Sensing the winds of change, businesses such as United Airlines have severed ties with the NRA. Dick’s Sporting Goods, a leading firearm retailer, has announced that it will no longer stock assault weapons and will get further ahead of national legislation by confining sales to customers aged 21 and over. WalMart is following suit. The shooter in Parkland was nineteen years old, and although still ineligible to purchase alcohol, had purchased his AR-15 assault rifle quite legally.

The president, who positioned himself as the second amendment’s defender-in-chief, has lurched into the conversation, spraying ideas around like grapeshot. Some of the measures he’s proposed have drawn the ire of the gun lobby and fellow Republicans – whom he has accused of being afraid of the NRA. That Trump, who proudly declared he would ‘never, ever let the NRA down’, has gone this far is quite remarkable.

But Trump is nothing if not erratic. The week following the shooting he proposed arming teachers as a measure to harden school defences. (Trained teachers already ‘safeguard’ schools in Texas by carrying concealed weapons.) The idea of throwing more guns at the problem was music to the gun lobby’s ears: more guns for the good guys is always their answer.

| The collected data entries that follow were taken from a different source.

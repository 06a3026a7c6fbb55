package scenarios

import (
	"fmt"
	"io"
	"strings"

	"selvage/internal/report"
	"selvage/msgs"
)

// Text writes the score for a terminal: the table of the robots, then a line for each figure of the fleet.
func (s *Score) Text(w io.Writer, width int) error {
	if err := s.robotTable().Text(w, width); err != nil {
		return err
	}
	var b strings.Builder
	line := func(name, text string) { fmt.Fprintf(&b, "%-8s  %s\n", name, text) }
	b.WriteByte('\n')
	word := func(n int, ofTrue, ofFalse func(*Verdicts) int) string {
		if s.Ties.True == nil {
			return fmt.Sprint(n)
		}
		return fmt.Sprintf("%d (%d true, %d false)", n, ofTrue(s.Ties.True), ofFalse(s.Ties.False))
	}
	each := func(pick func(*Verdicts) int) string { return word(pick(&s.Ties.All), pick, pick) }
	ties := "held " + each(func(v *Verdicts) int { return v.Held }) + ", refused " + each(func(v *Verdicts) int { return v.Refused }) +
		", open " + each(func(v *Verdicts) int { return v.Open })
	if s.Ties.All.Unheard > 0 {
		ties += ", unheard " + each(func(v *Verdicts) int { return v.Unheard })
	}
	line("ties", ties)
	line("changed", fmt.Sprintf("%s after the first verdict; %d held once and no more", count(s.TiesChanged, "tie"), s.TiesLost))
	line("rounds", fmt.Sprintf("%d after the last measurement; epoch %d", s.Rounds, s.Epoch))
	switch {
	case s.GapRelative != nil:
		line("gap", fmt.Sprintf("%s to the adjustment in one piece (accepted up to %s)", power(*s.GapRelative, 2), power(gapLimit, 1)))
	case s.Interrupted:
		line("gap", "not computed: interrupted")
	default:
		line("gap", "not computed: no sessions share a datum")
	}
	switch {
	case s.Interrupted:
		line("result", "interrupted, not accepted")
	case s.Accepted:
		line("result", "accepted")
	default:
		line("result", "NOT accepted: "+strings.Join(s.failed(), "; "))
	}
	_, err := io.WriteString(w, b.String())
	return err
}

func (s *Score) robotTable() report.Table {
	t := report.Table{
		Caption: "Robots at the end",
		Columns: []report.Column{
			{Name: "robot"}, {Name: "keyframes", Right: true}, {Name: "joined"},
			{Name: "error alone", Unit: "m", Right: true}, {Name: "error in team", Unit: "m", Right: true},
			{Name: "sent", Unit: "kB", Right: true}, {Name: "largest summary", Unit: "kB", Right: true}, {Name: "raw graph", Unit: "kB", Right: true},
			{Name: "sent of raw", Unit: "%", Right: true},
		},
	}
	for i := range s.Robots {
		x := &s.Robots[i]
		joined, alone, team := "yes", "no truth is known", "no truth is known"
		if s.Truth {
			alone, team = "no truth is known for it", "no truth is known for it"
		}
		if !x.Joined {
			joined = "no"
			if s.Truth && x.AteTeam == nil {
				team = "shares no datum with another robot"
			}
		}
		share := report.Missing("nothing was measured")
		if x.BytesRaw > 0 {
			share = fmt.Sprintf("%.1f", 100*float64(x.BytesUp)/float64(x.BytesRaw))
		}
		t.Rows = append(t.Rows, []string{
			x.ID, fmt.Sprint(x.Keyframes), joined, metres(x.AteAlone, alone), metres(x.AteTeam, team),
			kilo(x.BytesUp), kilo(x.BytesUpLargest), kilo(x.BytesRaw), share,
		})
	}
	return t
}

func (s *Score) tieTable() report.Table {
	t := report.Table{
		Caption: "Ties by verdict",
		Columns: []report.Column{{Name: "ties"}, {Name: "held", Right: true}, {Name: "refused", Right: true}, {Name: "open", Right: true}, {Name: "unheard", Right: true}},
		File:    "verdicts.csv",
	}
	row := func(name string, v *Verdicts) {
		if v != nil {
			t.Rows = append(t.Rows, []string{name, fmt.Sprint(v.Held), fmt.Sprint(v.Refused), fmt.Sprint(v.Open), fmt.Sprint(v.Unheard)})
		}
	}
	row("all", &s.Ties.All)
	row("true", s.Ties.True)
	row("false", s.Ties.False)
	return t
}

func (s *Score) acceptanceTable() report.Table {
	t := report.Table{
		Caption: "Acceptance",
		Columns: []report.Column{{Name: "rule"}, {Name: "reached", Right: true}, {Name: "limit", Right: true}, {Name: "holds"}},
	}
	for i := range s.Acceptance {
		c := &s.Acceptance[i]
		holds, reached, limit := "no", small(c.Value, "no sessions share a datum"), fmt.Sprint(c.Limit)
		if c.OK {
			holds = "yes"
		}
		switch c.Name {
		case "settled":
			reached, limit = holds, "yes"
		case "gap":
			limit = power(c.Limit, 1)
		}
		t.Rows = append(t.Rows, []string{c.Rule, reached, limit, holds})
	}
	return t
}

// islandTables is empty where no sessions share a datum.
func (s *Score) islandTables() []report.Table {
	if len(s.Islands) == 0 {
		return nil
	}
	t := report.Table{
		Caption: "Islands, and how near each is to the adjustment in one piece",
		Columns: []report.Column{{Name: "datum began with"}, {Name: "robots"}, {Name: "cost of the fleet's map", Right: true}, {Name: "cost in one piece", Right: true}, {Name: "gap", Right: true}},
	}
	for i := range s.Islands {
		x := &s.Islands[i]
		const reason = "no finite value"
		cost := func(f *float64) string {
			if f == nil {
				return report.Missing(reason)
			}
			return fmt.Sprintf("%.9g", *f)
		}
		t.Rows = append(t.Rows, []string{x.Island, list(x.Robots), cost(x.Fleet), cost(x.Whole), small(x.GapRelative, reason)})
	}
	return []report.Table{t}
}

// doubtTable lists every tie that is not held.
func (r *Run) doubtTable(truth []bool) report.Table {
	t := report.Table{
		Caption: "Ties that are not held",
		Columns: []report.Column{{Name: "tie"}, {Name: "from"}, {Name: "to"}, {Name: "verdict"}, {Name: "reason"}},
		File:    "verdicts.csv",
	}
	if truth != nil {
		t.Columns = append(t.Columns, report.Column{Name: "truth"})
	}
	verdict, measured := r.verdicts(), r.measured()
	for i := range r.Outing.Survey.Ties {
		if !measured[i] {
			continue
		}
		tie := &r.Outing.Survey.Ties[i]
		f := verdict[tie.ID]
		word, reason := f.Verdict.String(), f.Reason
		switch f.Verdict {
		case msgs.Held:
			continue
		case msgs.Refused, msgs.Open:
		default:
			word, reason = "unheard", unheard
		}
		to := fmt.Sprintf("%s %d", tie.ToRobot, tie.ToKey)
		if tie.ToByStamp {
			to = fmt.Sprintf("%s at %d ns", tie.ToRobot, tie.ToStampNS)
		}
		row := []string{tie.ID, fmt.Sprintf("%s %d", tie.FromRobot, tie.FromKey), to, word, reason}
		if truth != nil && truth[i] {
			row = append(row, "true")
		} else if truth != nil {
			row = append(row, "false")
		}
		t.Rows = append(t.Rows, row)
	}
	return t
}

Last July, I sat beside a glacier in Alaska and wrote an article about the mythology of guns in America. It was titled Firearm Dreaming and drew heavily on my experiences of days previous when I had met a string of gun fanatics, including one who’d threatened to shoot me for trespass.

I was struck by the way the American psyche venerates guns. The NRA is blamed for America’s obscene gun laws, but it would be powerless if firearms were not held out as the cause of freedom and all that is great about the republic.

The firearm cult will not dissolve overnight. But hope springs eternal from the clamour ignited by these brave kids from Florida.